From my point of view as part of the Colloquy (irc client) team, we're trying
to decide if a free version with no ads limited to one channel on one server
would help sales. The problem is there's only one free/ad supported irc client
out there on the app store, and it's a complete piece of crap and the reviews
reflect that. However, the reviews for that app also reflect that most people
downloading and reviewing are people who do not understand how irc works, and
to an extent the reviews for our $1.99 USD app also reflect that - our reviews
are pretty much a reverse bell curve where all the 4-5 star reviews are
typically from people who know what irc is, and all the 1 star reviews come
from the people who thought we were a sex chat app (seriously...it's getting
tiring recommending these channels) but weren't satisfied with the learning
curve and this whole thing evens out to 3-4 stars.

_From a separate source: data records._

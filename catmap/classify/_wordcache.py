"""Fast, exact application of fitted TF-IDF vectorizers to many short texts.

Character n-grams are computed once per distinct word, then summed per text.

A ``char_wb`` analyzer pads each whitespace-separated word with spaces and cuts it into
n-grams on its own, so a text's n-gram counts are the sum of its words' counts. Titles repeat
the same few thousand words across millions of products: analysing each distinct word once and
summing the cached count rows per text gives exactly the fitted vectorizer's output — the same
counts, the same sublinear tf, idf and L2 norm — for a fraction of the time the per-text
analyzer takes. A new word's n-grams are looked up in a hash table of the vocabulary by compiled
code (keys of packed characters, or hits confirmed character by character), without making a
Python string per n-gram.

Word unigrams and bigrams work the same way: each distinct word is cut into tokens once (by
compiled code for the standard token patterns) and cached as token numbers; a batch's unigrams
and bigrams are then counted by compiled code, with the same tokens, n-grams and weighting as the
fitted vectorizer.
"""

from __future__ import annotations

import re
import threading
from collections.abc import Sequence
from itertools import chain, repeat
from typing import TYPE_CHECKING, Any, overload

import numpy as np
import scipy.sparse as sp

from catmap.classify._kernels import (
    PACKED_NGRAM_MAX,
    char_wb_features,
    char_wb_rows,
    gather_strings,
    hash_table,
    idf_l2_rows,
    index_words,
    lower_codes,
    ngram_table,
    pair_table,
    string_hashes,
    sum_rows,
    table_add,
    token_ngram_counts,
    word_tokens,
)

If the percentage of people
with no irc experience grows with the free app (as there is no longer that $2
barrier), the growing bad reviews from people who don't read app descriptions
might hurt paid app sales if someone with irc experience does a search for
'irc client' and spots this horribly rated free version and a mediocre rated
paid version.

------
kwamenum86
The calculation of the "paid-app" to "free-app" downloads is clearly flawed;
This ratio would be higher if the application was offered at 99 cents when its
popularity was still on the rise. They tried setting a price long after
popularity had reached its peak. Still an informative article though.